Chciałbym jeszcze dopytać o inflację. Czy można liczyć na poprawę sytuacji w tym zakresie w 2023 roku?
AD: Na to wskazują prognozy. Wszystko jeszcze zależy od sytuacji na Ukrainie, ponieważ będzie ona miała na pewno wpływ na gospodarkę europejską i światową.
Czy istnieje możliwość wznowienia dialogu nad wejściem Polski do strefy euro?
AD: Na ten czas to jest temat zamknięty. Nasza ekipa polityczna nie jest entuzjastą wprowadzenia obcej waluty w Polsce.

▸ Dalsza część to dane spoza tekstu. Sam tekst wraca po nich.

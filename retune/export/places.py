"""Bar, beat and seconds of a time in a score, as the note list and the tables print them."""

from __future__ import annotations

from fractions import Fraction

from retune.tuning.model import TunedScore

DECIMALS = 6
"""Decimals of cents, Hz and seconds."""


def rounded(value: float) -> float:
    """A number to six decimals, never -0.0.

    >>> rounded(-0.0000001), rounded(2 / 3)
    (0.0, 0.666667)
    """
    return round(value, DECIMALS) + 0.0


class Places:
    """Looks up bar, beat and seconds once for each time, since many notes share one."""

    def __init__(self, tuned: TunedScore) -> None:
        self._score = tuned.score
        self._known: dict[Fraction, tuple[str, str]] = {}
        self._known_seconds: dict[Fraction, float] = {}

    def bar_and_beat(self, onset: Fraction) -> tuple[str, str]:
        """Printed bar number and beat, both as text."""
        found = self._known.get(onset)
        if found is None:
            found = (self._score.bar_at(onset).number, str(self._score.beat_at(onset)))
            self._known[onset] = found
        return found

    def seconds(self, onset: Fraction, end: Fraction) -> tuple[float, float]:
        """Seconds of the onset and of the length, to six decimals."""
        start = self._second(onset)
        return rounded(start), rounded(self._second(end) - start)

    def _second(self, time: Fraction) -> float:
        found = self._known_seconds.get(time)
        if found is None:
            found = self._known_seconds[time] = self._score.tempo.seconds(time)
        return found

Widzimy, jakie skutki miało wprowadzenie jej w innych państwach. Samo w sobie powoduje to wzrost kosztów dla mieszkańców.
W ostatnim czasie nastąpił gwałtowny wzrost kosztów pracy. Czy istnieje ryzyko, że Polska straci swoją atrakcyjność jako kraj przyjazny biznesowi, również temu z kapitałem zagranicznym na rzecz innych krajów regionu?

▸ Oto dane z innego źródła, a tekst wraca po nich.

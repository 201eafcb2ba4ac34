"""The exporter `mts`: MIDI whose notes are tuned by tuning messages instead of bends.

Each part has one channel with a tuning program of its own (RPN 3), and a key is told its pitch
before it is struck, where that changes: equal tunings are not sent again. Chords of any size fit
one channel, as every key has its own pitch.
"""

from __future__ import annotations

from collections import defaultdict
from collections.abc import Callable, Iterator, Sequence
from dataclasses import dataclass, field
from enum import StrEnum
from itertools import pairwise
from operator import itemgetter
from typing import ClassVar

from retune.adapters.midi import (
    Control,
    Event,
    Meta,
    MetaType,
    NoteOff,
    NoteOn,
    Program,
    RawMidi,
    RawTrack,
    Sysex,
    write_midi_file,
)
from retune.errors import OutputError, Place
from retune.export.base import OutputFile
from retune.export.bend import nearest_key
from retune.export.midi_channels import CHANNELS, PERCUSSION
from retune.export.midi_conductor import conductor
from retune.export.midi_mix import VOICE_OOHS
from retune.export.midi_plan import pitch_of
from retune.export.midi_text import lyric_bytes, text_bytes
from retune.export.midi_tracks import CENTRE, pan, volume
from retune.export.mts_check import check_mts
from retune.export.mts_words import FRACTION, MOST_KEYS, bulk, octave, single_notes
from retune.export.names import safe_name
from retune.export.options import require_allowed
from retune.export.ticks import Ticks, ticks_for
from retune.score.model import PartKind
from retune.score.titles import part_titles
from retune.tracks.take import Take
from retune.tuning.model import TunedNote, TunedScore

_RESET, _VOLUME, _PAN = 121, 7, 10
_RPN_MSB, _RPN_LSB, _DATA_MSB, _TUNING_PROGRAM = 101, 100, 6, 3
_GLIDE_STEPS = 5

_OFF, _SETUP, _TUNE, _LYRIC, _ON = range(5)


class Form(StrEnum):
    """Which message says the pitch."""

    SINGLE = "single"
    OCTAVE = "octave"
    BULK = "bulk"


_SUPPORT = {
    Form.SINGLE: (
        "single-note tuning changes (08 02) and tuning programs (RPN 3) must be supported; "
        "rounding error 0.0031 cents"
    ),
    Form.OCTAVE: (
        "two-byte scale/octave tuning for single channels (08 09) must be supported; rounding "
        "error 0.0061 cents, within 100 cents of each key"
    ),
    Form.BULK: (
        "bulk tuning dumps (08 01) and tuning programs (RPN 3) must be supported; held notes "
        "keep their first pitch; rounding error 0.0031 cents"
    ),
}


@dataclass(frozen=True, slots=True)
class MtsOptions:
    """Options of the exporter."""

    form: Form = field(
        default=Form.SINGLE, metadata={"help": "which message: single, octave or bulk"}
    )
    glide_ms: float = field(
        default=40.0,
        metadata={
            "help": "milliseconds in which a held note moves to a new pitch",
            "least": 0,
            "most": 1000,
        },
    )
    program: int = field(
        default=VOICE_OOHS,
        metadata={"help": "program of the voices, counting from 0", "least": 0, "most": 127},
    )


class MtsExporter:
    """Writes each take as one MIDI file with tuning messages."""

    name: ClassVar[str] = "mts"
    summary: ClassVar[str] = "MIDI with tuning messages: one channel a part, each key tuned"
    suffixes: ClassVar[tuple[str, ...]] = (".mid",)
    Options: ClassVar[type[MtsOptions]] = MtsOptions

    def export(self, takes: Sequence[Take], options: MtsOptions) -> Iterator[OutputFile]:
        """Yield a file a take.

        Raises `OutputError` for more parts than channels, or one key at two pitches at once.
        """
        require_allowed(self.name, options)
        for take in takes:
            yield _file_of(take, options)


@dataclass(frozen=True, slots=True)
class _Struck:
    """One note: ticks, key, and its pitches as (tick, pitch), the first at `on`."""

    on: int
    off: int
    key: int
    velocity: int
    lyric: str
    pitches: tuple[tuple[int, float], ...]


def _file_of(take: Take, options: MtsOptions) -> OutputFile:
    played = take.played
    score = played.score
    if not take.tuned.score.notes:
        raise OutputError("there is no note to write as MIDI", Place(score.file))
    heard = [part for part in score.parts if take.strip(part.index) is not None]
    pitched = [part for part in heard if part.kind is not PartKind.CLICK]
    if len(pitched) > len(CHANNELS):
        raise OutputError(
            f"{len(pitched)} parts need a channel each, and MIDI has {len(CHANNELS)} for pitch",
            Place(score.file),
            "Export it with --to midi, where parts can share",
        )
    channels = {part.index: channel for part, channel in zip(pitched, CHANNELS, strict=False)}
    ticks, titles = ticks_for(played), part_titles(score)
    moves = options.form is not Form.BULK
    notes: dict[int, list[_Struck]] = defaultdict(list)
    for one in played.notes:
        notes[one.note.part].append(_struck(played, one, ticks, options.glide_ms / 1000.0, moves))
    end = max([ticks.at(score.end), *(n.off for part in notes.values() for n in part)])
    tracks, messages = [], []
    for part in heard:
        channel = channels.get(part.index, PERCUSSION)
        strip = take.strip(part.index)
        assert strip is not None
        place = pan(strip.pan) if take.strips else CENTRE
        program = options.program if part.tuned or part.program is None else part.program
        setup = [*_setup(channel, program, volume(strip.gain_db), place)]
        own = sorted(notes[part.index], key=lambda note: (note.on, note.key))
        sent: list[tuple[int, bytes]] = []
        if channel != PERCUSSION:
            sent = list(_messages(own, channel, options.form, played))
            messages += [tick for tick, _ in sent]
        tracks.append(_track(titles[part.index], channel, setup, own, sent, end))
    data = write_midi_file(RawMidi(1, ticks.division, (conductor(score, ticks, end), *tracks)))
    folders = ["mts", *([safe_name(take.folder)] if take.folder else [])]
    name = f"{safe_name(take.name)} - {safe_name(score.stem)}.mid"
    minutes = max(played.seconds(score.end) / 60.0, 1e-9)
    parts = tuple(part.index for part in heard)
    return OutputFile(
        "/".join([*folders, name]),
        data,
        f"{len(pitched)} channels; {_SUPPORT[options.form]}; {len(messages):,} messages, "
        f"{len(messages) / minutes:.0f} a minute",
        lambda found: check_mts(found, played, parts, moves, options.form is Form.OCTAVE),
    )


def _struck(tuned: TunedScore, one: TunedNote, ticks: Ticks, glide: float, moves: bool) -> _Struck:
    note, tempo = one.note, tuned.score.tempo
    on = ticks.at(note.onset)
    pitches = [pitch_of(tuned, one, segment) for segment in one.segments]
    key = nearest_key(pitches[0])
    if not 0 <= key <= 127:
        raise OutputError(
            f"{note.pitch.name} is beyond the keys of MIDI, which go from C-1 to G9",
            tuned.score.place(note.onset, note.part),
            "Transpose the score, or leave the part out",
        )
    found = {on: pitches[0]}
    for (before, after), segment in zip(pairwise(pitches), one.segments[1:], strict=True):
        if before == after or not moves:
            continue
        begin, start = ticks.at(segment.onset), tempo.seconds(segment.onset)
        span = min(glide, (tempo.seconds(segment.end) - start) / 2)
        length = max(int(tempo.quarters(start + span) * ticks.division) - begin, 0)
        for step in range(1, _GLIDE_STEPS + 1):
            tick = begin + length * (step - 1) // (_GLIDE_STEPS - 1)
            found[tick] = before + (after - before) * step / _GLIDE_STEPS
    off = max(ticks.at(note.end), on + 1)
    return _Struck(on, off, key, note.velocity, note.lyric, tuple(sorted(found.items())))


def _messages(
    notes: Sequence[_Struck], channel: int, form: Form, tuned: TunedScore
) -> Iterator[tuple[int, bytes]]:
    """What a part's keys are told, where it changes."""
    wanted: dict[int, dict[int, float]] = defaultdict(dict)
    for note in notes:
        for tick, pitch in note.pitches:
            wanted[tick][note.key] = pitch
    _require_one_pitch(notes, tuned)
    write = _WRITERS[form]
    told = {key: float(key) for key in range(128)}
    for tick in sorted(wanted):
        changes = {
            key: pitch
            for key, pitch in wanted[tick].items()
            if round(pitch * FRACTION) != round(told[key] * FRACTION)
        }
        if changes:
            told |= changes
            yield from ((tick, message) for message in write(channel, changes, told))


def _single(channel: int, changes: dict[int, float], told: dict[int, float]) -> Iterator[bytes]:
    keys = list(changes)
    for begin in range(0, len(keys), MOST_KEYS):
        yield single_notes(channel, {key: changes[key] for key in keys[begin : begin + MOST_KEYS]})


def _octave(channel: int, changes: dict[int, float], told: dict[int, float]) -> Iterator[bytes]:
    """All octaves of a changed pitch class move together."""
    for key, pitch in changes.items():
        told |= {other: other + pitch - key for other in range(key % 12, 128, 12)}
    yield octave(channel, [100.0 * (told[60 + step] - 60 - step) for step in range(12)])


def _bulk(channel: int, changes: dict[int, float], told: dict[int, float]) -> Iterator[bytes]:
    yield bulk(channel, "choir", [told[key] for key in range(128)])


_WRITERS: dict[Form, Callable[[int, dict[int, float], dict[int, float]], Iterator[bytes]]] = {
    Form.SINGLE: _single,
    Form.OCTAVE: _octave,
    Form.BULK: _bulk,
}


def _require_one_pitch(notes: Sequence[_Struck], tuned: TunedScore) -> None:
    """Raise `OutputError` where a part strikes a key that it holds at another pitch."""
    held: dict[int, _Struck] = {}
    for note in notes:
        before = held.get(note.key)
        if before is not None and before.off > note.on:
            raise OutputError(
                f"one part sounds key {note.key} twice at once",
                tuned.score.place(tuned.score.bars[0].onset),
                "Export it with --to midi",
            )
        held[note.key] = note


def _setup(channel: int, program: int, level: int, place: int) -> Iterator[Event]:
    """Controllers reset first, as that may undo tunings; then the channel's tuning program."""
    yield Control(channel, _RESET, 0)
    yield Program(channel, 0 if channel == PERCUSSION else program)
    yield Control(channel, _VOLUME, level)
    yield Control(channel, _PAN, place)
    if channel != PERCUSSION:
        for controller, value in (
            (_RPN_MSB, 0),
            (_RPN_LSB, _TUNING_PROGRAM),
            (_DATA_MSB, channel),
            (_RPN_MSB, 127),
            (_RPN_LSB, 127),
        ):
            yield Control(channel, controller, value)


def _track(
    name: str,
    channel: int,
    setup: Sequence[Event],
    notes: Sequence[_Struck],
    messages: Sequence[tuple[int, bytes]],
    end: int,
) -> RawTrack:
    timed: list[tuple[int, int, Event]] = [
        (0, -1, Meta(MetaType.TRACK_NAME, text_bytes(name))),
        *((0, _SETUP, event) for event in setup),
        *((tick, _TUNE, Sysex(message)) for tick, message in messages),
    ]
    for note in notes:
        timed.append((note.on, _ON, NoteOn(channel, note.key, note.velocity)))
        timed.append((note.off, _OFF, NoteOff(channel, note.key)))
        if words := lyric_bytes(note.lyric):
            timed.append((note.on, _LYRIC, Meta(MetaType.LYRIC, words)))
    timed.sort(key=itemgetter(0, 1))
    return RawTrack(tuple((tick, event) for tick, _, event in timed), end)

AD: Myślę, że podobna sytuacja będzie we wszystkich państwach. Oczywiście wyższe koszty pracy w państwach bardziej zasobnych są faktem, ale my się w szybkim tempie zbliżamy do tych państw w sensie ekonomicznym. Oczywiście koszty pracy w Polsce będą rosły, one obecnie są nadal niższe od kosztów w państwach starej Unii, ale tempo wzrostu w Polsce jest na tyle duże, że za niedługo nie będzie dużej różnicy w kosztach pracy pomiędzy innymi państwami w Europie. My się z tego cieszymy, bo gdybyśmy dalej byli tanią siłą roboczą, to oznaczałoby, że rozwój gospodarczy w naszym kraju nie jest najlepszy. My chcemy zasobności Polaków.

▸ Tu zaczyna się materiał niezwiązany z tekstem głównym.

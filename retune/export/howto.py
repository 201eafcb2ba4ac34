"""How to use.txt: what lies in the folder, and how to use it without harm."""

from __future__ import annotations

import textwrap
from collections.abc import Iterator, Sequence

from retune.export.base import Output, OutputFile
from retune.score.model import Note
from retune.tracks.guides import DRONE, STARTING_NOTES
from retune.tracks.take import Take
from retune.tuning.model import TunedScore
from retune.tuning.policy import Drift, Temperament

NAME = "How to use.txt"
_WIDTH = 76

_DRIFT_WORDS = {
    Drift.FOLLOW: "Each chord follows purely from the one before; the piece goes where that leads.",
    Drift.WITHIN: "Each chord follows from the one before, but the home note stays within bounds.",
    Drift.GENTLE: "The piece is drawn gently back to its home note, so that it does not drift.",
    Drift.ANCHORED: "The piece is held firmly to its home note from beginning to end.",
}

_KINDS = (
    (
        ".html",
        (
            "The rehearsal page: open it in any web browser, on a phone too; it needs no network. "
            "It shows the score with its cents, plays any part against the others, slow or loud, "
            "just or as on a piano, and tells of each chord how it is tuned. The pages with a "
            "part in their name are the same with that part chosen."
        ),
    ),
    (
        "tracks/",
        (
            "Sound files to practise with. The full mix has everybody. In your own folder: "
            "predominant, your part in front of the others; alone, only your part (over the "
            "accompaniment, if there is one); missing, all but your part, for you to sing. They "
            "all start together and run equally long, so that they can be lined up."
        ),
    ),
    (
        "midi/",
        (
            "The same as MIDI. Every synth or sequencer that obeys pitch bend plays it "
            "in tune: load it as it is, and do not merge or renumber its channels."
        ),
    ),
    (
        "notation/",
        (
            "The score with its cents, as MusicXML for your notation program, and each part by "
            "itself. Small numbers at the notes count from the root of the chord: select one, "
            "then all like it, to move, hide or delete them."
        ),
    ),
    (
        "tables/",
        (
            "Tuning tables (.scl with .kbm) for instruments and sequencers that load them. "
            "The plain one is the best single table; the numbered ones are exact, and the "
            ".csv says from which bar each applies."
        ),
    ),
    (
        "notes/",
        (
            "Every note with its chord, its ratio and its cents, for a spreadsheet (.csv) or "
            "a program (.json)."
        ),
    ),
)

_BEFORE = (
    "Before the music you hear the notes of the first chord from the bottom up, then your own "
    "first note, even if you enter later. The full mix leaves your own note out."
)
_TONIC_BEFORE = "Before the music you hear the home note."
_SIDES = (
    "In the tracks with left and right in their names your part is in one ear and the others in "
    "the other. Use them to find your line; to hear whether a chord beats, both must reach the "
    "same ear, so take another track for that."
)
_COMPARE = (
    "The last track plays a passage twice: first as it is tuned here, then, after a pause, in "
    "the piano's equal temperament."
)
_TUNED_LIKE = (
    "Sing with the track softly at first, and listen for the chord to lock: the roughness goes, "
    "and the sound stands still. The voice holds one vowel unless it was asked to follow the "
    "words; sing your own words, not its vowel."
)

READING_CENTS = (
    "Cents are hundredths of a piano's semitone; + is higher than the piano's note, - is lower. "
    "A major third above its root sits about 14 cents lower than on a piano, a minor third about "
    "16 cents higher, a fifth 2 cents higher. A piano at home will not agree with these files, "
    "and need not: listen for the chord to stop beating."
)

LISTENING = (
    "Start with the volume low and turn it up only as far as you need. About 80 dB(A) for 40 "
    "hours a week is the limit the World Health Organization gives for adults, 75 dB(A) for "
    "children; every 3 dB more halves the time. Headphones reach that sooner than you think."
)

VOICE = (
    "Warm up before you sing, drink water, and rest your voice between repeats. Stop if it hurts "
    "or turns hoarse, and do not sing through hoarseness or illness. Do not force a pitch, a "
    "vowel or a volume to meet a number. Hoarse for more than two or three weeks, or pain, sudden "
    "loss of voice, or trouble breathing or swallowing: see a doctor. Your director and your "
    "teacher know your voice; these files do not, and give no medical advice."
)


def _paragraph(text: str, indent: str = "") -> str:
    return textwrap.fill(text, _WIDTH, initial_indent=indent, subsequent_indent=indent)


def tuning_words(tuned: TunedScore) -> str:
    """How a piece is tuned, in a director's words."""
    policy = tuned.policy
    if policy.temperament is not Temperament.JUST:
        return f"Tuned in {policy.temperament} temperament, for comparison."
    sevenths = " Dominant sevenths are tuned 4:5:6:7." if policy.prime_limit == 7 else ""
    return f"Tuned in just intonation. {_DRIFT_WORDS[policy.drift]}{sevenths}"


def _practising(takes: Sequence[Take]) -> Iterator[str]:
    """How to use the tracks, by what is in them."""
    guides = {part.name: part for take in takes for part in take.played.score.parts if part.guides}
    if STARTING_NOTES in guides:
        alone = {len(_starting(take)) for take in takes} == {1}
        yield _TONIC_BEFORE if alone else _BEFORE
    if DRONE in guides:
        yield "A drone is held below the music. It moves with the tuned pitch."
    yield _TUNED_LIKE
    if any(take.sides for take in takes):
        yield _SIDES
    if any(take.lead_in is not None and not take.folder and take.track for take in takes):
        yield _COMPARE


def _starting(take: Take) -> list[Note]:
    """The starting notes of a take."""
    parts = take.played.score.parts
    return [n for n in take.played.score.notes if parts[n.part].name == STARTING_NOTES]


def _sections(takes: Sequence[Take], names: Sequence[str]) -> Iterator[str]:
    tuned = takes[0].tuned
    title = tuned.score.title or tuned.score.stem
    yield f"{title}\n{'=' * min(len(title), _WIDTH)}"
    if tuned.score.composer:
        yield tuned.score.composer
    yield _paragraph(
        f"{tuning_words(tuned)} The home note is {tuned.harmony.tonic.root.name}, "
        f"A4 is {tuned.policy.reference_hz:g} Hz."
    )
    yield "WHAT IS WHAT"
    for folder, words in _KINDS:
        own = [name for name in names if name.startswith(folder) or name.endswith(folder)]
        if own:
            yield f"{own[0] if folder.startswith('.') else folder}\n{_paragraph(words, '    ')}"
    if any(name.startswith("tracks/") for name in names):
        yield "PRACTISING WITH THE TRACKS"
        yield from map(_paragraph, _practising(takes))
    if tuned.score.left_out:
        yield "WHAT WAS LEFT OUT"
        yield _paragraph(
            f"Not played: {', '.join(tuned.score.left_out)}. It doubles the voices for rehearsal; "
            "name it with --accompaniment to hear it."
        )
    yield "READING THE CENTS"
    yield _paragraph(READING_CENTS)
    yield "YOUR EARS"
    yield _paragraph(LISTENING)
    yield "YOUR VOICE"
    yield _paragraph(VOICE)


def how_to_use(takes: Sequence[Take], files: Sequence[Output]) -> OutputFile:
    """The text for a folder that holds these files."""
    text = "\n\n".join(_sections(takes, [file.name for file in files])) + "\n"
    return OutputFile(NAME, text.encode("utf-8"))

Transformacja energetyczna Polski na tle innych państw członkowskich jest na zdecydowanym niższym poziomie. Uważa Pan, że Polska będzie w stanie dotrzymać międzynarodowych zobowiązań dotyczących rezygnacji z węgla?
AD: Nie da się zastąpić energii konwencjonalnej tylko energią zieloną. Energia musi się opierać na stabilnym źródle. Na przykład Francja opiera się na atomie i do tego energii zielonej. Niemcy planowały na bazie gazu rosyjskiego, co myśmy podkreślali, że jest to zgubna strategia, bo Rosja używa energii jako jednego z elementów wojny hybrydowej. Niemcy teraz sami się o tym przekonali i mają z tym problemy. Rząd podjął już te decyzję w Polsce. My będziemy budować energię atomową, która będzie stanowiła podstawę tego systemu energetycznego. W perspektywie 10-15 lat wyjdziemy z energetyki opartej na węglu na rzecz energetyki atomowej. Natomiast energetyka zielona w Polsce ma się bardzo dobrze, tempo rozwoju fotowoltaiki i innych źródeł energii jest imponujące i zauważalne w Europie, my nie mamy w tej dziedzinie żadnych kompleksów.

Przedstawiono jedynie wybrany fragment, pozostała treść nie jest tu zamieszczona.